DIRECTIONS FOR THIS TASK
Starting at the line that holds "fn age_of(path: &std::path::Path)", copy every line exactly through the end of the data, and no others.

RECORD SET
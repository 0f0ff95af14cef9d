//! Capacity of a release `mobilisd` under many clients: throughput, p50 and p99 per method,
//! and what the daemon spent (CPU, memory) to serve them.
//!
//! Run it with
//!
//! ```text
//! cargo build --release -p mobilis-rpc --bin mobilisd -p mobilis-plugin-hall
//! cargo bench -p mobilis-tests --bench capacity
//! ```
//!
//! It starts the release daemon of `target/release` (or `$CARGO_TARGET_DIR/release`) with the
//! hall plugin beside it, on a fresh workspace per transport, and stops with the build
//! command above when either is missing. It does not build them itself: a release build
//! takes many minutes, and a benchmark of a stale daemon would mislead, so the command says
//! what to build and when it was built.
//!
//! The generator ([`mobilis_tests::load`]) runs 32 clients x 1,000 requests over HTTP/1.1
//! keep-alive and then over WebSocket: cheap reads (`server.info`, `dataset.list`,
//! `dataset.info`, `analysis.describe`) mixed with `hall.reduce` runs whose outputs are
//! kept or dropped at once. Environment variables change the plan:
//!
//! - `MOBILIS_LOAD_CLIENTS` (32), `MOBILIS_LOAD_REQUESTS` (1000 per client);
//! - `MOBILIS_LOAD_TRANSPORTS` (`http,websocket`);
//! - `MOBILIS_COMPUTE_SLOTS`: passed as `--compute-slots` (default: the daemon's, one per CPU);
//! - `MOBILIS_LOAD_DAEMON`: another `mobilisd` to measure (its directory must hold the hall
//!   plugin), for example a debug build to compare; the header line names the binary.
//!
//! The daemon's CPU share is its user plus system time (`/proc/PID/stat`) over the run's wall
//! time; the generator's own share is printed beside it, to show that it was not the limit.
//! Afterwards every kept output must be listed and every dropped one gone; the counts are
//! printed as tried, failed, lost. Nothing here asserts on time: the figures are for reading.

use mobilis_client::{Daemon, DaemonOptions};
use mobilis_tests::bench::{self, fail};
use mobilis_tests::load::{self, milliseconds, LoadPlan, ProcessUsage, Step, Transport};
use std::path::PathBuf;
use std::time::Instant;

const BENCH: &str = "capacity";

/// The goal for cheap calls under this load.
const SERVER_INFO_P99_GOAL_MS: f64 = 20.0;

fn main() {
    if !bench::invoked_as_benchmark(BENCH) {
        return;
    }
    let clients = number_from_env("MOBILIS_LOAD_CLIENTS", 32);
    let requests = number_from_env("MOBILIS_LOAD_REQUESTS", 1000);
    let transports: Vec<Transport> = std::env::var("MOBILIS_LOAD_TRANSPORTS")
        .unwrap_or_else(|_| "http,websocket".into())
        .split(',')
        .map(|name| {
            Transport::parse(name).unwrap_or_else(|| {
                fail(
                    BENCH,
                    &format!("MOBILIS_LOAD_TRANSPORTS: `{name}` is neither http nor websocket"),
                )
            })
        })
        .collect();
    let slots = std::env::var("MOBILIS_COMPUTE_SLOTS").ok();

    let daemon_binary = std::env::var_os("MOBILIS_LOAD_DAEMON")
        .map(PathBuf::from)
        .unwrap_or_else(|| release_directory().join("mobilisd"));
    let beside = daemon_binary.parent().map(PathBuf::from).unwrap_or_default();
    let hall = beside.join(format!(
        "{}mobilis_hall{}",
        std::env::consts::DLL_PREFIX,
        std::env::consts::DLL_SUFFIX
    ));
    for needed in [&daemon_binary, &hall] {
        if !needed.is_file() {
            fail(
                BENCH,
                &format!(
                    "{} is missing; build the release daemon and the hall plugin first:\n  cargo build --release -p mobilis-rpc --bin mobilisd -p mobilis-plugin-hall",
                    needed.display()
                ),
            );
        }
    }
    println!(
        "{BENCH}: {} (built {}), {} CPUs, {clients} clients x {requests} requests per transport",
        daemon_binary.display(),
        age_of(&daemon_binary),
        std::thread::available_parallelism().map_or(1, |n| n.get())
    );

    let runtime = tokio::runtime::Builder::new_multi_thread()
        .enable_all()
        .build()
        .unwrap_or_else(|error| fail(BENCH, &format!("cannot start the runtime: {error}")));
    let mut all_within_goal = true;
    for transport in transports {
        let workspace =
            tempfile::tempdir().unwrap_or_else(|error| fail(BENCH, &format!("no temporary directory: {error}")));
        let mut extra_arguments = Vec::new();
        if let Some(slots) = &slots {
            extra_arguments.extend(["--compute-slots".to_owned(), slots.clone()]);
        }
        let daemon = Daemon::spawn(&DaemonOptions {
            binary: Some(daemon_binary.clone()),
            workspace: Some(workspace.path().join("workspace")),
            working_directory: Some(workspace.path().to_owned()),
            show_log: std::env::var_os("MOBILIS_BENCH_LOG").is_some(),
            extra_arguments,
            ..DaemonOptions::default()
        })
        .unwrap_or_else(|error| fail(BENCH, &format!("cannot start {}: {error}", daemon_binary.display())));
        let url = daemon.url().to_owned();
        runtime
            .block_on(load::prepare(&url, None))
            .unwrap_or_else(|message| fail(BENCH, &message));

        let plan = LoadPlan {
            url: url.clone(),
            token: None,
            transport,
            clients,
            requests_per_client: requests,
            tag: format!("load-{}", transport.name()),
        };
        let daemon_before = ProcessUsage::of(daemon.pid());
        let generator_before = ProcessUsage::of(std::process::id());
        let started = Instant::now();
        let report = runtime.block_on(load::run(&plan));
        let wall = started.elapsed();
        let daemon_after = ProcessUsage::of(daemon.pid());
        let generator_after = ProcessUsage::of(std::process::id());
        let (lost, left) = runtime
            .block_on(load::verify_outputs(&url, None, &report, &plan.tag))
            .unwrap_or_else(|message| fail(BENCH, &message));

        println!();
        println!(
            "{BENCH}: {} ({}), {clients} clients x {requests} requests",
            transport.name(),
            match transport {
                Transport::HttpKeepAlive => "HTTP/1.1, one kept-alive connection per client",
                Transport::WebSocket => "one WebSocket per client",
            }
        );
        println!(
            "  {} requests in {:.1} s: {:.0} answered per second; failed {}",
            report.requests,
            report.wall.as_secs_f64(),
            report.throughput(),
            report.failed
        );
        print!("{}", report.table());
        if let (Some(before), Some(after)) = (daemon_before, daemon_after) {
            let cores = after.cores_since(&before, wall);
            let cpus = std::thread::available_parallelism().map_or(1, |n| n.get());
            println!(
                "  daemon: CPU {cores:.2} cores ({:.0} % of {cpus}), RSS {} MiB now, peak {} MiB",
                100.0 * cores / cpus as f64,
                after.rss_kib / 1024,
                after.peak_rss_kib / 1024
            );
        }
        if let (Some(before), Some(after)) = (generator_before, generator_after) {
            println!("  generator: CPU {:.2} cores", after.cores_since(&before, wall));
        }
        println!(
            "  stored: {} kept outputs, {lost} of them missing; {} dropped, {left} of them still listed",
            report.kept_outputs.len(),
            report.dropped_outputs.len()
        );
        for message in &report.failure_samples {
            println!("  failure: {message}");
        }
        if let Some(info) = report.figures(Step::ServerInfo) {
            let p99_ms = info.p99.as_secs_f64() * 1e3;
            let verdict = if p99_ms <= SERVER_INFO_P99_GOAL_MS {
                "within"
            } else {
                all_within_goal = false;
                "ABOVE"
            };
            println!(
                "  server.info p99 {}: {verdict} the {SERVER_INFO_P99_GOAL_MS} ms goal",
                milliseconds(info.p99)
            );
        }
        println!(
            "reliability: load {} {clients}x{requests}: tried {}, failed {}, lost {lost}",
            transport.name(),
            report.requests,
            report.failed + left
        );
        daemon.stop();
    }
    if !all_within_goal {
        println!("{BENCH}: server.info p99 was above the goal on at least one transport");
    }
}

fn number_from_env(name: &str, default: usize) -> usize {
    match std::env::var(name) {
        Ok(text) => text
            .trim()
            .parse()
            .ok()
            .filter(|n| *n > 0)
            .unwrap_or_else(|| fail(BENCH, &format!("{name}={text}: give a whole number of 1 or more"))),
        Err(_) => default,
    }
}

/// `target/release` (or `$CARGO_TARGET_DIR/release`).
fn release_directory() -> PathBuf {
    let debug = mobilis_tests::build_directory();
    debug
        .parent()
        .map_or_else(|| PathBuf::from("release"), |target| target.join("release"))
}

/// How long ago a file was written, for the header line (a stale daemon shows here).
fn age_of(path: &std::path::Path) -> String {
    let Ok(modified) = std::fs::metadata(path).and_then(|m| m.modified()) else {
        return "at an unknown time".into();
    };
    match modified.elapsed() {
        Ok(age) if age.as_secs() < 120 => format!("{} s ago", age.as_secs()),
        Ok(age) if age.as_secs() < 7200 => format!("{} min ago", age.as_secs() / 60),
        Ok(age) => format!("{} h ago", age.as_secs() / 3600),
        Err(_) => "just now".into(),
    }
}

TASK RESPONSE
fn age_of(path: &std::path::Path) -> String {
    let Ok(modified) = std::fs::metadata(path).and_then(|m| m.modified()) else {
        return "at an unknown time".into();
    };
    match modified.elapsed() {
        Ok(age) if age.as_secs() < 120 => format!("{} s ago", age.as_secs()),
        Ok(age) if age.as_secs() < 7200 => format!("{} min ago", age.as_secs() / 60),
        Ok(age) => format!("{} h ago", age.as_secs() / 3600),
        Err(_) => "just now".into(),
    }
}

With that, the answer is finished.